# New Lawn in MI - Help me choose seed



## krazzz (Sep 20, 2017)

Hello,
I am new to this forum and this is my first post. I am building a new house and it is time to put in the lawn. I am installing an irrigation system this weekend and hope to plant seed early next week. I live in western Michigan, half a mile from Lake Michigan. In the past I have used Scott's Sun and Shade with good results but I am looking to upgrade to something different this time around.

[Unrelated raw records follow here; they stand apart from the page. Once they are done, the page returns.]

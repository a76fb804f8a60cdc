"""The calculator contract that built-in and third-party calculators share.

A calculator is a class with a few declarations and one method::

    class Speed(Calculator):
        name = "speed"                      # lower_snake_case, unique
        version = "1.0.0"
        summary = "Effective focal ratio and relative exposure times."
        Params = SpeedParams                # a pydantic model whose fields all have defaults
        outputs = (Output("focal_ratio", "", "Effective focal ratio N = f/D."), ...)
        sources = ("Author, Title, year, section",)
        cautions = ()                       # optional, shown with every result
        renamed_outputs = {}                # optional: old output name -> new, still accepted

        def compute(self, batch: RigBatch, params: SpeedParams) -> dict[str, np.ndarray]:
            ...

``compute`` receives a whole :class:`~calculators.batch.RigBatch` and returns one array per declared
output, computed with elementwise numpy operations that broadcast against the batch's columns (never a
Python loop over rigs). It may return an array of any shape that broadcasts to ``batch.shape``: an output
that depends only on the telescope stays ``(T, 1, 1, 1)`` in a sweep.
"""

from __future__ import annotations

from collections.abc import Mapping
from dataclasses import dataclass
from collections.abc import Mapping
from typing import ClassVar, Literal

import numpy as np
from pydantic import BaseModel

from calculators.batch import RigBatch
from calculators.schemas import Strict


@dataclass(frozen=True)
class Output:
    """One declared output of a calculator."""

    name: str
    unit: str  # pint-readable unit ("mm^2", "arcsec", "kg"); "" when dimensionless
    description: str
    kind: Literal["number", "text", "boolean"] = "number"
    nullable: bool = False  # may be null (NaN) where an optional input is missing
    relative: bool = False  # depends on the baseline rig
    # Batch columns the output cannot do without: where one is missing (NaN) for a rig, the answer
    # says so as the reason for that rig's null (see plugins.null_reasons).
    needs: tuple[str, ...] = ()


class NoParams(Strict):
    """Params model of a calculator that takes none."""


class Calculator:
    """Base class of every calculator (see the module docstring for the contract)."""

    name: ClassVar[str]
    version: ClassVar[str]
    summary: ClassVar[str]
    outputs: ClassVar[tuple[Output, ...]]
    sources: ClassVar[tuple[str, ...]]
    cautions: ClassVar[tuple[str, ...]] = ()
    #: Outputs renamed in this release, old name -> new name. Requests that name an output (an
    #: evaluation's constraints and objectives) may still use the old name for one release.
    renamed_outputs: ClassVar[Mapping[str, str]] = {}
    Params: ClassVar[type[BaseModel]] = NoParams

    def compute(self, batch: RigBatch, params: BaseModel) -> dict[str, np.ndarray]:
        raise NotImplementedError

    def null_reasons(self, batch: RigBatch, params: BaseModel) -> Mapping[str, np.ndarray]:
        """Why outputs are null, where the calculator knows better than "an input is missing".

        Returns ``{output: text array}`` broadcasting to the batch, "" where it has nothing to say
        (the answer then falls back on the output's ``needs`` and the missing inputs). Called only
        for a comparison in which some output is null. Default: nothing to add.
        """
        return {}

    def output_units(self, batch: RigBatch, params: BaseModel) -> dict[str, str]:
        """Units of the outputs for this batch; override when a unit depends on the input
        (a price is in the rigs' currency)."""
        return {o.name: o.unit for o in self.outputs}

*Here are the specs on my lawn:*

8,500 sq ft

4-5" Topsoil

Well drained Sand underneath

In Ground Irrigation System

25% Full Sun

50% Sun/Shade

25% Shade

Mostly flat with some gentile grades

No Pets

Medium traffic, mostly from kids

Mulching Mower

I really like the darker green grass with wider blades. I also like the grass to be soft and comfortable to walk on with bare feet. What type of grass would you recommend for the above conditions? Where is the best place to purchase this seed? I'm not too concerned about price (within reason) if the grass is worth it. I appreciate your input. Any pictures of your lawn with this seed would be fantastic. I have attached a picture of my house.


----------



## SNOWBOB11 (Aug 31, 2017)

It's pretty late to be planting a lawn in Michigan. By next week we'll be closing in on the end of September. That would almost certainly be too late to plant kbg as it takes long to establish. If it were me I'd wait till next year and get an early start by planting mid August and I'd plant kbg. If you must have a lawn this year maybe drop some p.rye grass seed and see how it does. Rye germinates very quick like in 3-4 days and establishes quickly.


----------



## ken-n-nancy (Jul 25, 2017)

Personally, given the specs on your lawn, Michigan location, and your sentences of "I really like the darker green grass with wider blades. I also like the grass to be soft and comfortable to walk on with bare feet." I'd highly recommend a blend of three different varieties of Kentucky Bluegrass (KBG).

Given your amount of shade, Bewitched KBG would be an almost certain variety to include in the blend, as it is a leader in shade tolerance. (That isn't to say it doesn't do great in full sun - it does that - but that it tolerates shade much better than most other Kentucky bluegrass.)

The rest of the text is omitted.